Another difference I needed to introduce to get this working was to tweak the prompt itself. I was rather surprised by the nuances of prompting required for Code Llama. Fortunately the Ollama docs specify the prompt format clearly:

<PRE> {prefix} <SUF>{suffix} <MID>

At first glance that might look the same as the prompt I used for Gemini, Claude, and GPT, but it actually includes additional spaces around the prefix, and after the suffix.

The referenced paper does not indicate there should be spaces between the tags, but I’ve found that if I don’t include them ollama will hang without providing a response. I can’t explain this yet, but it makes me wonder whether I should use this format when prompting Gemini, Claude, and GPT (I assume it’s not too important for those models but I’m not sure).

Results for 7b

The results show it’s better than Claude and GPT, but worse than Gemini. We got %76 accuracy on the 100 test cases.

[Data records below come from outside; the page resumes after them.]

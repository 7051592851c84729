package web

import (
	"context"
	"encoding/json"
	"net"
	"net/http"
	"strings"
	"testing"
	"time"

	"github.com/gorilla/websocket"

	"rolloff/sweep/event"
)

// liveDial opens a run's live websocket as the page would.
func liveDial(t testing.TB, base, id string, dialer *websocket.Dialer) *websocket.Conn {
	t.Helper()
	if dialer == nil {
		dialer = websocket.DefaultDialer
	}
	url := "ws" + strings.TrimPrefix(base, "http") + "/api/runs/" + id + "/live"
	c, resp, err := dialer.Dial(url, http.Header{"Origin": {base}, "Sec-WebSocket-Protocol": {"rolloff.live.v1"}})
	if err != nil {
		t.Fatalf("dial %s: %v (%v)", url, err, resp)
	}
	if c.Subprotocol() != "rolloff.live.v1" {
		t.Fatalf("subprotocol %q", c.Subprotocol())
	}
	return c
}

// follow reads live messages until the run's final state, and returns
// the point seqs in order of arrival (with duplicates, if any) and
// whether a result came.
func follow(t testing.TB, c *websocket.Conn, timeout time.Duration) (seqs []int, result bool, final event.State) {
	t.Helper()
	c.SetReadDeadline(time.Now().Add(timeout))
	for {
		var ev event.Event
		if err := c.ReadJSON(&ev); err != nil {
			t.Fatalf("live read after %d points: %v", len(seqs), err)
		}
		switch ev.Type {
		case event.TypePoint:
			seqs = append(seqs, ev.Point.Seq)
		case event.TypeResult:
			result = len(ev.Result) > 0
		case event.TypeState:
			if ev.State.Final() {
				return seqs, result, ev.State
			}
		}
	}
}

func checkSeqs(t *testing.T, who string, seqs []int, n int) {
	t.Helper()
	if len(seqs) != n {
		t.Fatalf("%s received %d points, the store has %d", who, len(seqs), n)
	}
	for i, s := range seqs {
		if s != i {
			t.Fatalf("%s: point %d has seq %d (duplicated or missing points)", who, i, s)
		}
	}
}

// A client that joins mid-run receives every point exactly once, and one
// that joins after the end receives the whole run; a client that never
// reads neither holds up the sweep nor the others.
func TestLiveLateJoinerAndStuckClient(t *testing.T) {
	d := startDemo(t, demoOpts{scale: 300})
	plan := smallPlan("fixed")
	plan["frequencies"] = map[string]any{"spacing": "log", "start_hz": 1000, "stop_hz": 100000, "points_per_decade": 12}
	plan["ranging"] = map[string]any{"strategy": "fixed", "start": "10 V"}
	res, data := d.do("POST", "/api/runs", plan)
	want(t, "create", res, data, 201, "")
	id := decode[map[string]string](t, data)["id"]
	early := liveDial(t, d.base, id, nil)
	defer early.Close()
	// A stuck client: a tiny receive buffer, and it never reads.
	stuckDialer := &websocket.Dialer{NetDialContext: func(ctx context.Context, network, addr string) (net.Conn, error) {
		c, err := (&net.Dialer{}).DialContext(ctx, network, addr)
		if tc, ok := c.(*net.TCPConn); ok {
			_ = tc.SetReadBuffer(1024)
		}
		return c, err
	}}
	stuck := liveDial(t, d.base, id, stuckDialer)
	defer stuck.Close()
	// Join late: after some points are stored.
	deadline := time.Now().Add(20 * time.Second)
	for len(d.points(t, id)) < 5 {
		if time.Now().After(deadline) {
			t.Fatal("no points stored")
		}
		time.Sleep(5 * time.Millisecond)
	}
	late := liveDial(t, d.base, id, nil)
	defer late.Close()
	type got struct {
		seqs   []int
		result bool
		final  event.State
	}
	lateC := make(chan got, 1)
	go func() { s, r, f := follow(t, late, 40*time.Second); lateC <- got{s, r, f} }()
	seqs, result, final := follow(t, early, 40*time.Second)
	lg := <-lateC
	if final != event.Done || lg.final != event.Done {
		t.Fatalf("final states %s and %s", final, lg.final)
	}
	n := len(d.points(t, id))
	checkSeqs(t, "the early client", seqs, n)
	checkSeqs(t, "the late client", lg.seqs, n)
	if !result || !lg.result {
		t.Fatal("a client did not receive the result")
	}
	// After the end, a new client is replayed the whole run.
	after := liveDial(t, d.base, id, nil)
	defer after.Close()
	after.SetReadDeadline(time.Now().Add(5 * time.Second))
	var aseqs []int
	var sawResult bool
	for len(aseqs) < n || !sawResult {
		var ev event.Event
		if err := after.ReadJSON(&ev); err != nil {
			t.Fatalf("replay after the end: %v (%d points)", err, len(aseqs))
		}
		if ev.Type == event.TypePoint {
			aseqs = append(aseqs, ev.Point.Seq)
		}
		if ev.Type == event.TypeResult {
			sawResult = true
		}
	}
	checkSeqs(t, "the client joining after the end", aseqs, n)
	t.Logf("%d points; stuck client dropped: %v", n, d.srv.Hub().Dropped() > 0)
}

// Shutdown tells live clients (a final message, then a close frame), turns
// the generator off, leaves the run resumable, and takes less than 5 s.
func TestShutdownAndResume(t *testing.T) {
	dir := t.TempDir()
	d := startDemo(t, demoOpts{scale: 100, dir: dir, noStop: true})
	plan := smallPlan("fixed")
	plan["frequencies"] = map[string]any{"spacing": "log", "start_hz": 1000, "stop_hz": 100000, "points_per_decade": 20}
	res, data := d.do("POST", "/api/runs", plan)
	want(t, "create", res, data, 201, "")
	id := decode[map[string]string](t, data)["id"]
	c := liveDial(t, d.base, id, nil)
	defer c.Close()
	deadline := time.Now().Add(20 * time.Second)
	for len(d.points(t, id)) < 3 {
		if time.Now().After(deadline) {
			t.Fatal("no points stored")
		}
		time.Sleep(5 * time.Millisecond)
	}
	t0 := time.Now()
	d.cancel()
	var closing bool
	var code int
	c.SetReadDeadline(time.Now().Add(6 * time.Second))
	for {
		_, msg, err := c.ReadMessage()
		if err != nil {
			if ce, ok := err.(*websocket.CloseError); ok {
				code = ce.Code
			}
			break
		}
		var m map[string]any
		_ = json.Unmarshal(msg, &m)
		if m["type"] == "closing" {
			closing = true
		}
	}
	if err := <-d.served; err != nil {
		t.Fatalf("Serve: %v", err)
	}
	took := time.Since(t0)
	if !closing || code != websocket.CloseGoingAway {
		t.Fatalf("client told %v, close code %d", closing, code)
	}
	if took > 5*time.Second {
		t.Fatalf("shutdown took %v", took)
	}
	if d.b.Sim.OutputOn() {
		t.Fatal("generator output still on after shutdown")
	}
	stored := len(d.points(t, id))
	d.b.Close()

	// A new daemon on the same store lists the run interrupted and
	// resumes it from the store.
	d2 := startDemo(t, demoOpts{scale: 300, dir: dir})
	res, data = d2.do("GET", "/api/runs/"+id, nil)
	want(t, "info after restart", res, data, 200, "")
	if in := decode[map[string]any](t, data); in["state"] != string(event.Interrupted) {
		t.Fatalf("after restart the run is %v, want interrupted", in["state"])
	}
	res, data = d2.do("POST", "/api/runs/"+id+"/resume", "{}")
	want(t, "resume from the store", res, data, 200, "")
	d2.waitState(t, id, true, 40*time.Second, event.Done)
	pts := d2.points(t, id)
	if len(pts) <= stored {
		t.Fatalf("resumed run has %d points, had %d", len(pts), stored)
	}
	seen := map[int]bool{}
	for i, p := range pts {
		if p.Seq != i || seen[p.Index] {
			t.Fatalf("resumed run: point %d seq %d index %d (repeated or out of order)", i, p.Seq, p.Index)
		}
		seen[p.Index] = true
	}
	t.Logf("shutdown took %v; %d points before, %d after resuming", took, stored, len(pts))
}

I had the temperature set to zero so the pass@1 was the same as pass@5.

Most of the failed cases are where the cursor is at the end of the code and the model does not generate anything.

There are also some failure cases where the model generates valid python code but it does not quite fulfill the perceived intent of the test case. For example, the test case below provides context where it is clear that we need to define maxlen to a sensible value in this function.

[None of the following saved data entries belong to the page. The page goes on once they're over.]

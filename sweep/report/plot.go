package report

import (
	"fmt"
	"math"

	"rolloff/sweep/analysis"
)

// Plot styles: the measured curve black, the analysed curve dark grey,
// the reference and corner-level lines dashed, the mask heavy and grey,
// flagged points open squares.
var (
	strokeCurve = Stroke{Width: 0.35, Grey: inkText}
	strokeModel = Stroke{Width: 0.25, Grey: inkMuted, Dash: []float64{1.6, 0.8}}
	strokeRef   = Stroke{Width: 0.2, Grey: inkMuted, Dash: []float64{2.4, 1.2}}
	strokeLevel = Stroke{Width: 0.2, Grey: inkMuted, Dash: []float64{0.5, 0.8}}
	strokeMask  = Stroke{Width: 0.7, Grey: 110}
	strokeDrop  = Stroke{Width: 0.15, Grey: inkMuted, Dash: []float64{0.4, 0.6}}
)

// plotH is the height of the report's plot area, mm.
const plotH = 66.0

// plotBlock draws the Bode plot of the gain.
func plotBlock(d *Doc, in *Input) {
	d.Heading(d.Left, d.Right-d.Left, "Gain")
	h := plotH + 16
	d.Ensure(h)
	c := ResponseChart(d, d.Left+13, d.Y+2, d.Right-d.Left-13, plotH, in)
	d.Y = c.Y + c.H + 9
	d.Y = c.Legend(d.Y, legend(c, in)) + 1
}

// ResponseChart draws one response's Bode plot in the area (x, y, w, h):
// the uncertainty band (gain ± k·u of each used point), the measured
// points joined, flagged points apart as open squares, the analysed
// curve, the reference and corner-level lines, the corners with their
// values and the mask with its worst point.
func ResponseChart(d *Doc, x, y, w, h float64, in *Input) *Chart {
	r := in.Result
	var hz, db, lo, hi, xhz, xdb []float64
	var samples []analysis.Sample
	if r != nil {
		samples = r.Samples
	} else {
		for _, p := range in.Points {
			g, ok := analysis.GainOf(p)
			if !ok {
				continue
			}
			samples = append(samples, analysis.Sample{FreqHz: p.FreqHz, GainDB: g, Excluded: p.Excluded()})
		}
	}
	k := analysis.CoverageFactor
	for _, s := range samples {
		if !inX(s.FreqHz) || !finite(s.GainDB) {
			continue
		}
		if s.Excluded {
			xhz, xdb = append(xhz, s.FreqHz), append(xdb, s.GainDB)
			continue
		}
		hz, db = append(hz, s.FreqHz), append(db, s.GainDB)
		lo, hi = append(lo, s.GainDB-k*s.UDB), append(hi, s.GainDB+k*s.UDB)
	}
	// Axes: the used points, the threshold and the mask where it lies
	// within the sweep; flagged points only widen the frequency axis.
	loHz, hiHz := math.Inf(1), math.Inf(-1)
	loDB, hiDB := math.Inf(1), math.Inf(-1)
	for i := range hz {
		loHz, hiHz = math.Min(loHz, hz[i]), math.Max(hiHz, hz[i])
		loDB, hiDB = math.Min(loDB, lo[i]), math.Max(hiDB, hi[i])
	}
	for _, f := range xhz {
		loHz, hiHz = math.Min(loHz, f), math.Max(hiHz, f)
	}
	if len(hz) == 0 {
		for _, v := range xdb {
			loDB, hiDB = math.Min(loDB, v), math.Max(hiDB, v)
		}
	}
	var mask *analysis.Mask
	var offset float64
	if r != nil {
		loDB, hiDB = math.Min(loDB, r.ThresholdDB), math.Max(hiDB, r.ReferenceGainDB)
		if mask = in.maskDrawn(); mask != nil && mask.Relative {
			offset = r.ReferenceGainDB
		}
	}
	if mask != nil {
		for _, line := range [][][2]float64{mask.Upper, mask.Lower} {
			for _, v := range line {
				if v[0] >= loHz && v[0] <= hiHz {
					loDB, hiDB = math.Min(loDB, v[1]+offset), math.Max(hiDB, v[1]+offset)
				}
			}
		}
	}
	span := hiDB - loDB
	loDB, hiDB = loDB-0.06*span, hiDB+0.1*span
	c := NewChart(d, x, y, w, h, loHz, hiHz, loDB, hiDB)
	c.Frame("gain (dB)")

	c.Band(hz, lo, hi, inkBand)
	if r != nil {
		c.HLine(r.ReferenceGainDB, strokeRef, "reference "+DB(r.ReferenceGainDB, 2)+" dB")
		c.HLine(r.ThresholdDB, strokeLevel, fmt.Sprintf("%s dB", DB(r.LevelDB, 2)))
	}
	if mask != nil {
		for _, line := range [][][2]float64{mask.Upper, mask.Lower} {
			var mh, md []float64
			for _, v := range line {
				mh, md = append(mh, v[0]), append(md, v[1]+offset)
			}
			c.Line(mh, md, strokeMask)
		}
	}
	c.Line(hz, db, strokeCurve)
	if len(hz) <= 400 {
		c.Marks(hz, db, Dot, 0.75, inkText)
	}
	if r != nil && r.Model != nil && r.Model.Accepted {
		// The fitted model, dashed over the points, on a grid of about
		// 300 frequencies.
		n := 300
		var mh, md []float64
		for i := 0; i <= n; i++ {
			f := r.SweepHz[0] * math.Pow(r.SweepHz[1]/r.SweepHz[0], float64(i)/float64(n))
			mh, md = append(mh, f), append(md, r.Model.At(f))
		}
		c.Line(mh, md, strokeModel)
	}
	c.Marks(xhz, xdb, Square, 1.3, inkMuted)
	if r != nil {
		corner := func(hz, u *float64, name string) {
			if hz == nil {
				return
			}
			c.VLine(*hz, r.ThresholdDB, strokeDrop)
			c.Mark(*hz, r.ThresholdDB, Diamond, 1.8, inkText)
			s := name + " " + analysis.FormatHz(*hz, 4)
			if u != nil && *u > 0 {
				s = name + " " + analysis.FormatWithU(*hz, *u)
			}
			c.Label(c.PX(*hz), c.PY(r.ThresholdDB)+3.2, s, inkText)
		}
		corner(r.LowHz, r.LowUHz, "low")
		corner(r.HighHz, r.HighUHz, "high")
		if v := r.Mask; v != nil && v.WorstHz != nil && v.WorstMarginDB != nil {
			for _, mp := range v.Points {
				if mp.FreqHz == *v.WorstHz {
					g := mp.GainDB
					if v.Relative {
						g += r.ReferenceGainDB
					}
					c.Mark(mp.FreqHz, g, Cross, 2.2, inkText)
					c.Label(c.PX(mp.FreqHz), c.PY(g)-2, "worst "+signedDB(*v.WorstMarginDB, 2)+" dB", inkText)
					break
				}
			}
		}
	}
	return c
}

func legend(c *Chart, in *Input) []LegendItem {
	items := []LegendItem{{Text: "measured gain", Draw: c.SampleLine(strokeCurve)},
		{Text: fmt.Sprintf("uncertainty band (k = %g)", analysis.CoverageFactor), Draw: c.SampleBand(inkBand)}}
	r := in.Result
	if r != nil && r.Model != nil && r.Model.Accepted {
		items = append(items, LegendItem{Text: "fitted model", Draw: c.SampleLine(strokeModel)})
	}
	if r != nil {
		items = append(items, LegendItem{Text: "reference", Draw: c.SampleLine(strokeRef)},
			LegendItem{Text: "corner level", Draw: c.SampleLine(strokeLevel)})
		if r.LowHz != nil || r.HighHz != nil {
			items = append(items, LegendItem{Text: "corner", Draw: c.SampleMark(Diamond, 1.8, inkText)})
		}
		if in.maskDrawn() != nil {
			items = append(items, LegendItem{Text: "mask", Draw: c.SampleLine(strokeMask)},
				LegendItem{Text: "worst margin", Draw: c.SampleMark(Cross, 2.2, inkText)})
		}
	}
	n := 0
	for _, p := range in.Points {
		if p.Excluded() {
			n++
		}
	}
	if n > 0 {
		items = append(items, LegendItem{Text: fmt.Sprintf("flagged, left out (%d)", n), Draw: c.SampleMark(Square, 1.3, inkMuted)})
	}
	return items
}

def longest(strings: List) -> Optional:
    """ Out of list of strings, return the longest one. Return the first one in case of multiple
    strings of the same length. Return None in case the input list is empty.
    >>> longest([])

    >>> longest(['a', 'b', 'c'])
    'a'
    >>> longest(['a', 'bb', 'ccc'])
    'ccc'
    """
    if not strings:
        return None

|
    for s in strings:
        if len(s) == maxlen:
            return s

When trying to fill model makes a mistake and fills in maxlen = 0 which would result in the function returning None for any case which is clearly incorrect.

I assume larger versions of Llama will be able to handle this kind of test case better.

Next up

Tomorrow I’m going to parametrize the temperature of llama and test out some larger versions of the model.